Techlandia 11
AskNicely takes customer satisfaction seriously.
In just five years, the New Zealand marketing technology startup has grown from the vision of co-founders John Ballinger and Aaron Ward to a 70-employee operation with clients around the world.
Based on the principles of Net Promoter Score, or NPS, AskNicely has created a sleek and user-friendly platform that lets businesses instantly adapt and improve the customer experience to drive customer retention and increase word of mouth marketing.
Most of AskNicely's growth has come since 2017, when Ward made one of the biggest decisions an overseas entrepreneur can make: opening an office in the United States.
And when it came time to decide where along the West Coast to open AskNicely's American office, he sought advice from fellow New Zealanders who had already made the leap.
"I'd never been to Portland, but what we learned was that there were a number of New Zealand folks who had started businesses here," said Ward, in an interview conducted by JLL Managing Director Niall Travers.
As a customer experience company, positive culture plays a major role in AskNicely's decision-making and success.
The mantra of being “on brand” with regard to AskNicely’s culture applies to its philosophy with customers and employees alike.
One of the New Zealand expatriates Ward spoke to was Jeremy Moon, founder of New Zealand apparel company Icebreaker, with its American headquarters in Portland.
"I was quizzing him about Portland, and he had an enormous amount of praise for the city," Ward said. "Portland, and Oregon in general, share so much in common with New Zealand so in choosing a U.S. home for AskNicely we were very keen on maintaining a consistent culture, where someone from the New Zealand office could come to Portland and feel at home, and vice versa."
So in early 2017, AskNicely selected Portland for a test run, setting up a light footprint with fewer than a half-dozen employees in a coworking space east of the Burnside Bridge.
The company moved four times within the coworking space over nine months as the business grew. By the end of 2017 AskNicely was moving into the former Icebreaker space in the Pearl District.
“We chose that location largely because of the employee brand we wanted to build to attract great talent into that location,” Ward said. “That has always been the primary motivation for us in terms of location and style of building.”
But they quickly outgrew the space last year, and relocated to the Slabtown area.
Five months into AskNicely’s two-year lease there, a familiar problem had come up.
“We’ve got people banging into each other at desks, complaining about noise. We need somewhere bigger,” Ward said. “I made the same mistake I said I wouldn’t repeat. But it’s a good problem to have.”
Now Ward is preparing for a move back across the river. The neighborhood is a perfect match for AskNicely’s company culture, Ward said, rich with colorful surroundings and residents. It matches the welcoming, tight-knit vibe Ward has found from tech startups across the city.
“This just feels like a very natural home for the next iteration of the business,” he said. Ward’s hope is that Clay Creative space cements AskNicely as a long-term player in Portland’s startup scene.
The move comes after AskNicely redomiciled earlier this year, becoming a Portland company with a New Zealand office, instead of the other way around.
New Zealand employees have moved over and embraced the city, Ward said. AskNicely’s profile is higher than ever back in native New Zealand, and other local founders and CEOs are contacting Ward to ask about Portland.
Ward has developed a pitch for the city that he has come to love as his and AskNicely’s new home.

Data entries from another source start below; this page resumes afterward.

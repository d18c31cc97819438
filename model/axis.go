package model

import (
	"math"
	"sync"

	"gonum.org/v1/gonum/mat"
)

// axisKind is a coordinate from the centre to a face.
type axisKind int

const (
	lumped     axisKind = iota // no extent: well mixed, or a direction that the shape does not have
	planeHalf                  // 0 (mid-plane, symmetric) … 1 (face)
	planeFull                  // -1 (lower face) … 1 (upper face)
	radial                     // cylinder: 0 (axis) … 1 (face)
	spherical                  // sphere: 0 (centre) … 1 (face)
	axisKinds  = iota
	maxDegrees = 48 // most functions on one axis
)

// base holds what depends on the kind of an axis and the number n of polynomials only. The polynomials are orthonormal in the
// axis' own volume measure, scaled to a volume of 1, and the first of them is 1:
//
//	planeHalf  sqrt(4j+1) P2j(x)          measure dx
//	planeFull  sqrt(2j+1) Pj(x)           measure dx/2
//	radial     sqrt(2j+1) Pj(2x²-1)       measure 2x dx
//	spherical  sqrt((4j+3)/3) P2j+1(x)/x  measure 3x² dx
//
// (P: Legendre polynomials; their norms: Abramowitz & Stegun 1964, 22.2.10.) The stiffness matrix ∫φi'φj' is brought to
// diagonal form once: its eigenvectors are u, its eigenvalues d, the values of the new functions at the upper face top.
type base struct {
	kind axisKind
	n    int
	d    []float64 // n, rising; d[0] = 0
	u    []float64 // n×n, u[m*n+i]: polynomial m in function i
	top  []float64 // n, function i at the upper face (1)
	low  []float64 // n, function i at the lower face (-1); planeFull only
}

var (
	basesMu sync.Mutex
	bases   [axisKinds][maxDegrees + 1]*base // made once each: 0.1 ms for 20 functions, which would be most of a solution's time
)

// baseOf gives the base of a kind with n functions, 1 ≤ n ≤ maxDegrees.
func baseOf(kind axisKind, n int) *base {
	basesMu.Lock()
	defer basesMu.Unlock()
	if b := bases[kind][n]; b != nil {
		return b
	}
	b := newBase(kind, n)
	bases[kind][n] = b
	return b
}

func newBase(kind axisKind, n int) *base {
	b := &base{kind: kind, n: n, d: make([]float64, n), u: make([]float64, n*n), top: make([]float64, n)}
	if kind == lumped {
		b.u[0], b.top[0] = 1, 1
		return b
	}
	k := mat.NewSymDense(n, nil)
	lo, e, norm := 0.0, 0, 1.0
	switch kind {
	case planeFull:
		lo, norm = -1, 0.5
	case radial:
		e, norm = 1, 2
	case spherical:
		e, norm = 2, 3
	}
	phi, dphi := make([]float64, n), make([]float64, n)
	for _, q := range gauss(2*n + 4) { // exact for the polynomials of degree ≤ 4n+1 that stand here
		x, w := lo+(1-lo)*q.x, (1-lo)*q.w*norm
		for range e {
			w *= x
		}
		b.values(x, phi, dphi)
		for i := 0; i < n; i++ {
			for j := i; j < n; j++ {
				k.SetSym(i, j, k.At(i, j)+w*dphi[i]*dphi[j])
			}
		}
	}
	var eig mat.EigenSym
	eig.Factorize(k, true) // cannot fail: the matrix is symmetric and finite
	eig.Values(b.d)
	b.d[0] = 0 // the constant carries no gradient
	var vec mat.Dense
	eig.VectorsTo(&vec)
	for m := 0; m < n; m++ {
		for i := 0; i < n; i++ {
			b.u[m*n+i] = vec.At(m, i)
		}
	}
	for m := 0; m < n; m++ { // the first function is the constant 1 and nothing else
		b.u[m*n], b.u[m] = 0, 0
	}
	b.u[0] = 1
	b.values(1, phi, nil)
	for i := range b.top {
		for m := 0; m < n; m++ {
			b.top[i] += phi[m] * b.u[m*n+i]
		}
	}
	if kind == planeFull {
		b.low = make([]float64, n)
		b.values(-1, phi, nil)
		for i := range b.low {
			for m := 0; m < n; m++ {
				b.low[i] += phi[m] * b.u[m*n+i]
			}
		}
	}
	return b
}

// values fills phi (n) with the polynomials at x and, unless nil, dphi with their slopes.
func (b *base) values(x float64, phi, dphi []float64) {
	n := b.n
	switch b.kind {
	case lumped:
		phi[0] = 1
		if dphi != nil {
			dphi[0] = 0
		}
		return
	case planeFull:
		legendre(x, 1, 0, phi, dphi)
	case planeHalf:
		legendre(x, 2, 0, phi, dphi)
	case spherical:
		sphericalValues(x, phi, dphi)
		return
	case radial:
		legendre(2*x*x-1, 1, 0, phi, dphi)
		for j := range dphi {
			dphi[j] *= 4 * x
		}
	}
	s := norms[b.kind][:n]
	for j := range s {
		phi[j] *= s[j]
	}
	if dphi != nil {
		for j := range s {
			dphi[j] *= s[j]
		}
	}
}

// norms holds the factors that make the polynomials orthonormal, and the recurrence's own numbers.
var norms = func() (s [axisKinds][maxDegrees]float64) {
	for j := 0; j < maxDegrees; j++ {
		s[planeHalf][j] = math.Sqrt(float64(4*j + 1))
		s[planeFull][j] = math.Sqrt(float64(2*j + 1))
		s[radial][j] = math.Sqrt(float64(2*j + 1))
		s[spherical][j] = math.Sqrt(float64(4*j+3) / 3)
	}
	return s
}()

// recur holds (2m+1)/(m+1) and m/(m+1) of the three-term recurrence of the Legendre polynomials (Abramowitz & Stegun 1964, 22.7.10).
var recur = func() (r [2*maxDegrees + 4][2]float64) {
	for m := range r {
		r[m] = [2]float64{float64(2*m+1) / float64(m+1), float64(m) / float64(m+1)}
	}
	return r
}()

// legendre fills p with P(first), P(first+every), … at x and, unless nil, dp with their slopes.
func legendre(x float64, every, first int, p, dp []float64) {
	p0, p1 := 1.0, x // P(m), P(m+1)
	d0, d1 := 0.0, 1.0
	next, want := 0, first
	for m := 0; next < len(p); m++ {
		if m == want {
			p[next] = p0
			if dp != nil {
				dp[next] = d0
			}
			next++
			want += every
		}
		a, c := recur[m+1][0], recur[m+1][1]
		p2 := a*x*p1 - c*p0
		if dp != nil {
			d0, d1 = d1, a*(p1+x*d1)-c*d0
		}
		p0, p1 = p1, p2
	}
}

// sphericalValues fills phi with sqrt((4j+3)/3) P(2j+1)(x)/x and dphi with the slopes, by a recurrence in x² that needs no division.
func sphericalValues(x float64, phi, dphi []float64) {
	// P(2j+1) = x·q(j), P(2j) = e(j):  q(j) = a(2j) e(j) - c(2j) q(j-1),  e(j+1) = a(2j+1) x² q(j) - c(2j+1) e(j)
	x2 := x * x
	e, q := 1.0, 0.0
	de, dq := 0.0, 0.0
	s := norms[spherical][:len(phi)]
	for j := range phi {
		a, c := recur[2*j][0], recur[2*j][1]
		q, dq = a*e-c*q, a*de-c*dq
		phi[j] = s[j] * q
		if dphi != nil {
			dphi[j] = s[j] * dq
		}
		a, c = recur[2*j+1][0], recur[2*j+1][1]
		e, de = a*x2*q-c*e, a*(2*x*q+x2*dq)-c*de
	}
}

// node is a point and weight of a quadrature rule on 0…1.
type node struct{ x, w float64 }

// gauss gives the Gauss-Legendre rule with n points on 0…1 (Abramowitz & Stegun 1964, 25.4.29), its points by Newton's method.
func gauss(n int) []node {
	rule := make([]node, n)
	p := make([]float64, n+1)
	d := make([]float64, n+1)
	for i := range rule {
		x := math.Cos(math.Pi * (float64(i) + 0.75) / (float64(n) + 0.5))
		for range 100 {
			legendreAll(x, p, d)
			dx := p[n] / d[n]
			x -= dx
			if math.Abs(dx) < 1e-15 {
				break
			}
		}
		legendreAll(x, p, d)
		rule[i] = node{(1 - x) / 2, 1 / ((1 - x*x) * d[n] * d[n])}
	}
	return rule
}

// legendreAll fills p[0…n] and d[0…n] with the Legendre polynomials and slopes, for any n.
func legendreAll(x float64, p, d []float64) {
	p[0], d[0] = 1, 0
	if len(p) > 1 {
		p[1], d[1] = x, 1
	}
	for m := 1; m+1 < len(p); m++ {
		a, c := float64(2*m+1)/float64(m+1), float64(m)/float64(m+1)
		p[m+1] = a*x*p[m] - c*p[m-1]
		d[m+1] = a*(p[m]+x*d[m]) - c*d[m-1]
	}
}

// axis is one coordinate of a product.
type axis struct {
	*base
	radiusM float64 // half thickness or radius, m; 0 for lumped
	lower   *Face   // the faces that end it
	upper   *Face
}

// weight is the number that turns a film at the face into a rate: (e+1) for a half axis, 1/2 at each face of a full one.
func (a *axis) weight() float64 {
	return [axisKinds]float64{planeHalf: 1, planeFull: 0.5, radial: 2, spherical: 3}[a.kind]
}

// axisStep is an axis during one step: its own functions decay exponentially, each at its rate.
type axisStep struct {
	rate     []float64 // n, 1/s, rising
	b        []float64 // n×n, b[m*n+i]: polynomial m in mode i
	gUp, gLo []float64 // n, 1/s: how a medium of 1 K at the upper (lower) face drives each mode
}

// film is how a face meets its medium in a step.
type film struct {
	u     float64 // W/(m²·K) with wrap in series; +Inf: held
	group int     // which medium; -1: none (insulated)
}

// wellMixed is an axis without extent.
var wellMixed = &axisStep{rate: []float64{0}, b: []float64{1}, gUp: []float64{0}, gLo: []float64{0}}

// step solves the axis for one step. alpha: diffusivity, m²/s; k: conductivity, W/(m·K).
func (a *axis) step(mem *slab, p Properties, lo, up film) *axisStep {
	n := a.n
	if a.kind == lumped {
		return wellMixed
	}
	s := &axisStep{rate: mem.take(n)}
	scale := p.KWmK / (p.RhoKgM3 * p.CJkgK) / (a.radiusM * a.radiusM)
	rho := func(f film) float64 {
		if f.group < 0 {
			return 0
		}
		if math.IsInf(f.u, 1) {
			return heldBiot
		}
		return math.Min(f.u*a.radiusM/p.KWmK*a.weight(), heldBiot)
	}
	d, q := a.d, a.u
	var g1, g2 []float64
	if a.kind == planeFull {
		var q1 []float64
		d, q1, g1 = rankOne(mem, d, a.low, rho(lo))
		v := mem.take(n)
		for i := range v {
			for m, t := range a.top {
				v[i] += q1[m*n+i] * t
			}
		}
		var q2 []float64
		d, q2, g2 = rankOne(mem, d, v, rho(up))
		g := mem.take(n)
		for i := range g {
			for m := range g1 {
				g[i] += q2[m*n+i] * g1[m]
			}
		}
		g1 = g
		q = multiply(mem, n, multiply(mem, n, q, q1), q2)
	} else {
		var q2 []float64
		d, q2, g2 = rankOne(mem, d, a.top, rho(up))
		q = multiply(mem, n, q, q2)
		g1 = mem.take(n)
	}
	s.b = q
	for i := range d {
		s.rate[i] = d[i] * scale
		g1[i] *= scale
		g2[i] *= scale
	}
	s.gLo, s.gUp = g1, g2
	return s
}

// heldBiot stands for an infinite film: the surface is within 1e-10 of its medium from the first instant on.
const heldBiot = 1e12

// multiply gives the product of two n×n matrices.
func multiply(mem *slab, n int, a, b []float64) []float64 {
	c := mem.take(n * n)
	for i := 0; i < n; i++ {
		ci := c[i*n : i*n+n]
		for k := 0; k < n; k++ {
			if f := a[i*n+k]; f != 0 {
				for j, x := range b[k*n : k*n+n] {
					ci[j] += f * x
				}
			}
		}
	}
	return c
}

"The biggest reason we're here comes down to the type of business we need to build, and the movement we're creating around customer experience. What I've found in Portland is unlike any city I've been to in the world. People pour so much love and craftsmanship into everything they do. There's a real level of care and pride in what people deliver, both in terms of services and products here in Portland,” Ward said. “Our thesis is if we can recruit people that are of the Portland philosophy, then we don't need to indoctrinate them in our particular philosophy, because they come preloaded with that gene in their DNA. That means we can create a truly customer-obsessed culture at AskNicely that's authentic, that our competitors won't be able to duplicate. For us it's a resource, a competitive advantage, and it's the reason we're doubling down on Portland."